QEMU-Devel Archive on lore.kernel.org
 help / color / Atom feed
From: "Liu, Yi L" <yi.l.liu@intel.com>
To: Peter Xu <peterx@redhat.com>
Cc: "jean-philippe@linaro.org" <jean-philippe@linaro.org>,
	"Tian, Kevin" <kevin.tian@intel.com>,
	Jacob Pan <jacob.jun.pan@linux.intel.com>,
	Yi Sun <yi.y.sun@linux.intel.com>,
	Eduardo Habkost <ehabkost@redhat.com>,
	"kvm@vger.kernel.org" <kvm@vger.kernel.org>,
	"mst@redhat.com" <mst@redhat.com>,
	"Tian, Jun J" <jun.j.tian@intel.com>,
	"qemu-devel@nongnu.org" <qemu-devel@nongnu.org>,
	"eric.auger@redhat.com" <eric.auger@redhat.com>,
	"alex.williamson@redhat.com" <alex.williamson@redhat.com>,
	"pbonzini@redhat.com" <pbonzini@redhat.com>,
	"Wu, Hao" <hao.wu@intel.com>, "Sun, Yi Y" <yi.y.sun@intel.com>,
	Richard Henderson <rth@twiddle.net>,
	"david@gibson.dropbear.id.au" <david@gibson.dropbear.id.au>
Subject: RE: [PATCH v1 12/22] intel_iommu: add PASID cache management infrastructure
Date: Thu, 26 Mar 2020 13:57:10 +0000
Message-ID: <A2975661238FB949B60364EF0F2C25743A204614@SHSMSX104.ccr.corp.intel.com> (raw)
In-Reply-To: <A2975661238FB949B60364EF0F2C25743A203F2C@SHSMSX104.ccr.corp.intel.com>

> From: Liu, Yi L
> Sent: Thursday, March 26, 2020 2:15 PM
> To: 'Peter Xu' <peterx@redhat.com>
> Subject: RE: [PATCH v1 12/22] intel_iommu: add PASID cache management
> infrastructure
> 
> > From: Peter Xu <peterx@redhat.com>
> > Sent: Wednesday, March 25, 2020 10:52 PM
> > To: Liu, Yi L <yi.l.liu@intel.com>
> > Subject: Re: [PATCH v1 12/22] intel_iommu: add PASID cache management
> > infrastructure
> >
> > On Wed, Mar 25, 2020 at 12:20:21PM +0000, Liu, Yi L wrote:
> > > > From: Peter Xu <peterx@redhat.com>
> > > > Sent: Wednesday, March 25, 2020 1:32 AM
> > > > To: Liu, Yi L <yi.l.liu@intel.com>
> > > > Subject: Re: [PATCH v1 12/22] intel_iommu: add PASID cache
> > > > management infrastructure
> > > >
> > > > On Sun, Mar 22, 2020 at 05:36:09AM -0700, Liu Yi L wrote:
> > > > > This patch adds a PASID cache management infrastructure based on
> > > > > new added structure VTDPASIDAddressSpace, which is used to track
> > > > > the PASID usage and future PASID tagged DMA address translation
> > > > > support in vIOMMU.
[...]
> > > >
> > > > <START>
> > > >
> > > > > +    /*
> > > > > +     * Step 2: loop all the exisitng vtd_dev_icx instances.
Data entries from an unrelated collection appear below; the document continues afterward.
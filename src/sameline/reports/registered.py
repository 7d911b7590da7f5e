"""What is registered, as a table."""

from __future__ import annotations

from collections.abc import Sequence
from typing import Any

from sameline.reports.text import RIGHT, plain, table

_NUMERIC = {"lower", "upper", "target", "margin", "decimals"}


def registered_text(kind: str, rows: Sequence[dict[str, Any]]) -> list[str]:
    """All of one kind; columns that nobody filled are left out."""
    if not rows:
        return [f"No {kind} is registered. `sameline add {kind} CODE …` registers one."]
    columns = [name for name in rows[0] if any(row[name] not in (None, 0) for row in rows)]
    headings = [name.replace("_", " ") for name in columns]
    align = "".join(RIGHT if name in _NUMERIC else "<" for name in columns)
    return table(headings, [[_cell(name, row[name]) for name in columns] for row in rows], align, indent="")


def _cell(name: str, value: Any) -> str:  # noqa: ANN401 - any column's value
    if name == "safety_critical":
        return "yes" if value else "no"
    if isinstance(value, float):
        return plain(value)
    return "" if value is None else str(value)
> > > > > +     * Ideally, needs to loop all devices to find if there is any new
> > > > > +     * PASID binding regards to the PASID cache invalidation request.
> > > > > +     * But it is enough to loop the devices which are backed by host
> > > > > +     * IOMMU. For devices backed by vIOMMU (a.k.a emulated devices),
> > > > > +     * if new PASID happened on them, their vtd_pasid_as instance could
> > > > > +     * be created during future vIOMMU DMA translation.
> > > > > +     */
> > > > > +    QLIST_FOREACH(vtd_dev_icx, &s->vtd_dev_icx_list, next) {
> > > > > +        VTDPASIDAddressSpace *vtd_pasid_as;
> > > > > +        VTDPASIDCacheEntry *pc_entry;
> > > > > +        VTDPASIDEntry pe;
> > > > > +        VTDBus *vtd_bus = vtd_dev_icx->vtd_bus;
> > > > > +        uint16_t devfn = vtd_dev_icx->devfn;
> > > > > +        int bus_n = pci_bus_num(vtd_bus->bus);
> > > > > +
> > > > > +        /* i) fetch vtd_pasid_as and check if it is valid */
> > > > > +        vtd_pasid_as = vtd_add_find_pasid_as(s, vtd_bus,
> > > > > +                                             devfn, pasid);
> > > >
> > > > I don't feel like it's correct here...
> > > >
> > > > Assuming we have two devices assigned D1, D2.  D1 uses PASID=1, D2
> > > > uses
> > PASID=2.
> > > > When invalidating against PASID=1, are you also going to create a
> > > > VTDPASIDAddressSpace also for D2 with PASID=1?
> > >
> > > Answer is no. Before going forward, let's see if the below flow looks good to you.
> > >
> > > Let me add one more device besides D1 and D2. Say device D3 which
> > > also uses PASID=1. And assume it begins with no PASID usage in guest.
> > >
> > > Then the flow from scratch is:
> > >
> > > a) guest IOMMU driver setup PASID entry for D1 with PASID=1,
> > >    then invalidates against PASID #1
> > > b) trap to QEMU, and comes to this function. Since there is
> > >    no previous pasid cache invalidation, so the Step 1 of this
> > >    function has nothing to do, then goes to Step 2 which is to
> > >    loop all assigned devices and check if the guest pasid entry
> > >    is present. In this loop, should find D1's pasid entry for
> > >    PASID#1 is present. So create the VTDPASIDAddressSpace and
> > >    initialize its pasid_cache_entry and pasid_cache_gen fields.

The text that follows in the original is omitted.